Come ha sottolineato la presidente Ursula von der Leyen, “Stiamo vivendo nel momento più importante e pericoloso. Non ho bisogno di descrivere la natura grave delle minacce che affrontiamo. O le conseguenze devastanti che dovremo sopportare se tali minacce dovessero concretizzarsi. Perché la questione non è più se la sicurezza dell’Europa sia minacciata in modo molto reale. O se l’Europa debba assumersi una maggiore responsabilità per la propria sicurezza. In verità, conosciamo da tempo le risposte a queste domande. La vera questione che abbiamo di fronte è se l’Europa è pronta ad agire con la stessa decisione richiesta dalla situazione.

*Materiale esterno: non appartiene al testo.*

"""Reads one row of the log file: every column that is wrong is reported, nothing is guessed."""

from __future__ import annotations

from collections.abc import Callable
from dataclasses import dataclass, replace
from functools import lru_cache
from math import isfinite
from typing import TypeVar
from uuid import NAMESPACE_URL, UUID, uuid5

from core.record import instant
from core.record.channels import LEAK_DEFINITIONS, Channel, Kind, channel
from core.record.entries import Action, NewEntry, from_reading
from core.record.instant import Instant
from core.record.knowledge import REPLACING_ACTIONS
from core.record.message import Message, RecordError, refuse
from core.record.reading import read_value
from storage.apostrophe import unguarded
from storage.draft_batch import DraftEntry
from storage.intake.device_rows import read_device_value
from storage.intake.findings import CLOCK_LEAD, Findings
from storage.rules import is_device_channel

ACTIONS = ("assert", "correct", "withdraw", "move", "mask", "shift")
_BY_DEVICE = "device"
_MAX_KEY = 200
_DECIMALS_OF_SHIFT = 6
T = TypeVar("T")


@dataclass(frozen=True, slots=True)
class SampleRow:
    """A row that a machine wrote: one device sample, with its remark as an entry of its own where it has one."""

    line: int
    episode: str
    channel: Channel
    unit: str
    definition: str
    at: Instant
    value: float
    decimals: int
    remark: DraftEntry | None = None


@dataclass(frozen=True, slots=True)
class EntryRow:
    """A row that becomes an entry. `definition` is what a leak row says of its leak."""

    line: int
    draft: DraftEntry
    definition: str = ""
    doubts: tuple[Message, ...] = ()


class RowReader:
    """Reads rows against the clock `now`; what is wrong goes to `findings`."""

    def __init__(self, now: Instant, findings: Findings) -> None:
        self._now, self._findings = now, findings

    def read(self, row: dict[str, str], line: int) -> SampleRow | EntryRow | None:
        """One row, or None where anything in it is refused: all its faults are noted, not the first alone."""
        one = _Row(row, line, self._findings)
        at = one.column("at", lambda: self._instant(row["at"]))
        episode = one.column("episode", lambda: _key(row["episode"]))
        known = one.column("channel", lambda: channel(row["channel"]))
        action = one.column("action", lambda: _action(row["action"]))
        zone = one.column("zone", lambda: _zone(row["zone"]))
        definition = one.column("leak_definition", lambda: _definition(row["leak_definition"]))
        recorded = one.column("recorded_at", lambda: self._recorded(row["recorded_at"]))
        if known is None or action is None:
            return None
        if row["by"] == _BY_DEVICE and is_device_channel(known.key) and action not in (Action.MASK, Action.SHIFT):
            one.column("action", lambda: _plain_device_row(row, action))
            value = one.column("value", lambda: _device_value(known, row["value"], row["unit"]))
            if one.bad or at is None or episode is None or value is None:
                return None
            remark = self._remark(row, episode, at)
            return SampleRow(line, episode, known, row["unit"], definition or "", at, value[0], value[1], remark)
        column = "replaces" if action in REPLACING_ACTIONS and not row["replaces"] else "value"
        made = one.column(column, lambda: _entry(known, action, row, episode or "?", at or 0))
        if one.bad or made is None:
            return None
        new, doubts = made
        entry = replace(new, by=row["by"], zone=zone or "UTC", note=row["note"], action=action,
                        replaces=_entry_id(row["replaces"]), reason=row["reason"])  # fmt: skip
        draft = DraftEntry(entry, _entry_id(row["id"]), recorded or None)
        leak = definition or "" if known.key == "leak" else ""
        return EntryRow(line, draft, leak, doubts)

    def _instant(self, text: str) -> Instant:
        at = instant.parse(text)
        if at > self._now + CLOCK_LEAD:
            raise refuse("instant.in_future", value=text, now=instant.iso_second(self._now),
                         accepted="at most 5 min ahead of the clock")  # fmt: skip
        return at

    def _recorded(self, text: str) -> Instant:
        return self._instant(text) if text else 0

    @staticmethod
    def _remark(row: dict[str, str], episode: str, at: Instant) -> DraftEntry | None:
        """A device sample keeps no remark, so that a remark becomes a note of the same moment."""
        if not row["note"]:
            return None
        return DraftEntry(NewEntry(episode, "note", at, words=row["note"], raw=row["note"], by=row["by"]))


class _Row:
    """One row while it is read."""

    def __init__(self, row: dict[str, str], line: int, findings: Findings) -> None:
        self._row, self._line, self._findings = row, line, findings
        self.bad = False

    def column(self, name: str, make: Callable[[], T]) -> T | None:
        """What a column says, or None with its fault noted."""
        try:
            return make()
        except RecordError as error:
            column = "unit" if error.message.key == "unit.unknown" else name
            self._findings.refuse(self._line, column, self._row[column], error.message)
            self.bad = True
            return None


def _key(text: str) -> str:
    if not text or len(text) > _MAX_KEY:
        raise refuse("entry.no_episode", value=text[:80], accepted=f"an episode's key, 1 to {_MAX_KEY} letters")
    return text


def _action(text: str) -> Action:
    if not text:
        return Action.ASSERT
    if text not in ACTIONS:
        raise refuse("row.unknown_action", value=text[:80], accepted=" | ".join(ACTIONS))
    return Action(text)


@lru_cache(maxsize=64)
def _zone(text: str) -> str:
    if not text:
        return "UTC"
    from zoneinfo import ZoneInfo

    try:
        return ZoneInfo(text).key
    except (OSError, ValueError, KeyError):
        raise refuse("row.unknown_zone", value=text[:80], accepted="a time zone, e.g. Europe/Oslo") from None


def _definition(text: str) -> str:
    if text and text not in LEAK_DEFINITIONS:
        raise refuse("value.not_a_choice", channel="leak_definition", value=text[:80],
                     accepted=" | ".join(LEAK_DEFINITIONS))  # fmt: skip
    return text


def _device_value(known: Channel, text: str, unit: str) -> tuple[float, int]:
    value = read_device_value(known, text, unit)
    if value is None:
        read_value(known, text, unit)  # raises what is wrong
        raise refuse("value.not_a_number", channel=known.key, value=text[:80], accepted="a number")
    return value


def _plain_device_row(row: dict[str, str], action: Action) -> None:
    """Device samples have no ids: a span of them is corrected by mask or shift."""
    if action is not Action.ASSERT or row["id"] or row["replaces"]:
        raise refuse("row.device_entry", value=str(action), accepted="mask or shift")


def _entry(
    known: Channel, action: Action, row: dict[str, str], episode: str, at: Instant
) -> tuple[NewEntry, tuple[Message, ...]]:
    """The entry of a row by what it does, and what is doubtful about its value."""
    if action in REPLACING_ACTIONS and not row["replaces"]:
        raise refuse("entry.replaces_unknown", value="", accepted="the id of an entry")
    if action is Action.WITHDRAW:
        return NewEntry(episode, known.key, at, raw=row["value"]), ()
    if action in (Action.MASK, Action.SHIFT):
        return NewEntry(episode, known.key, at, _span(action, row["value"], at), raw=row["value"]), ()
    text = row["value"] if known.kind in (Kind.NUMBER, Kind.INSTANT) else unguarded(row["value"])
    reading = read_value(known, text, row["unit"])
    return from_reading(episode, at, reading), reading.doubts


def _span(action: Action, text: str, at: Instant) -> float:
    """The end of a mask, as an instant; how far a shift moves, in seconds. Both kept as microseconds."""
    if action is Action.MASK:
        end = instant.parse(text)
        if end < at:
            raise refuse("entry.span_backwards", value=text, accepted="an end at or after the start")
        return float(end)
    try:
        seconds = float(text)
    except ValueError:
        seconds = float("nan")
    if not isfinite(seconds) or abs(seconds) > 400 * 86_400:
        raise refuse("entry.no_span", value=text[:80], accepted="seconds, to 400 days")
    return float(round(seconds * 10**_DECIMALS_OF_SHIFT))


def _entry_id(text: str) -> str:
    """An id as a UUID. One that is none is given the same UUID wherever it stands, so that rows still find it."""
    if not text:
        return ""
    try:
        return str(UUID(text))
    except ValueError:
        return str(uuid5(NAMESPACE_URL, f"luffmark:entry:{text}"))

ReArm Europe? Da solo non basta
Il progetto ‘ReArm Europe’ costituisce una risposta necessaria ma non sufficiente, perché da un lato finanzia direttamente la difesa degli Stati membri e indirettamente della martoriata Ucraina ma dall’altro non affronta, né poteva, il punto cruciale del potere di comando della piccola forza armata integrata dell’UE già oggi disponibile, e che nel futuro prossimo dovrà diventare un potente esercito. Tutto resta subordinato all’unanimità del Consiglio europeo ed affidato alla ‘coalizione dei volenterosi’, formata da Stati appartenenti oppure no all’Unione Europea ma non tutti egualmente vogliosi d’impegnarsi né concordanti su tutti i punti strategici per la qualità, intensità, profondità degl’interventi. Il ‘ReArm Europe’ costituisce un grande passo verso la realizzazione della ‘politica di sicurezza e di difesa comune’, caposaldo del Trattato, ma non è il passo decisivo, anche a prescindere dal se, quanto, come verrà impiegata per intero l’imponente massa finanziaria, il cui significato geopolitico e morale rimane tuttavia assolutamente superiore alla cifra in sé e limpidamente esplicito per gli amici, alleati e no, e per i nemici.Eppure, anche considerando tutto, non ci siamo ancora. Perciò difesa nazionale e difesa europea restano la cruna dell’ago anche per il Governo Meloni.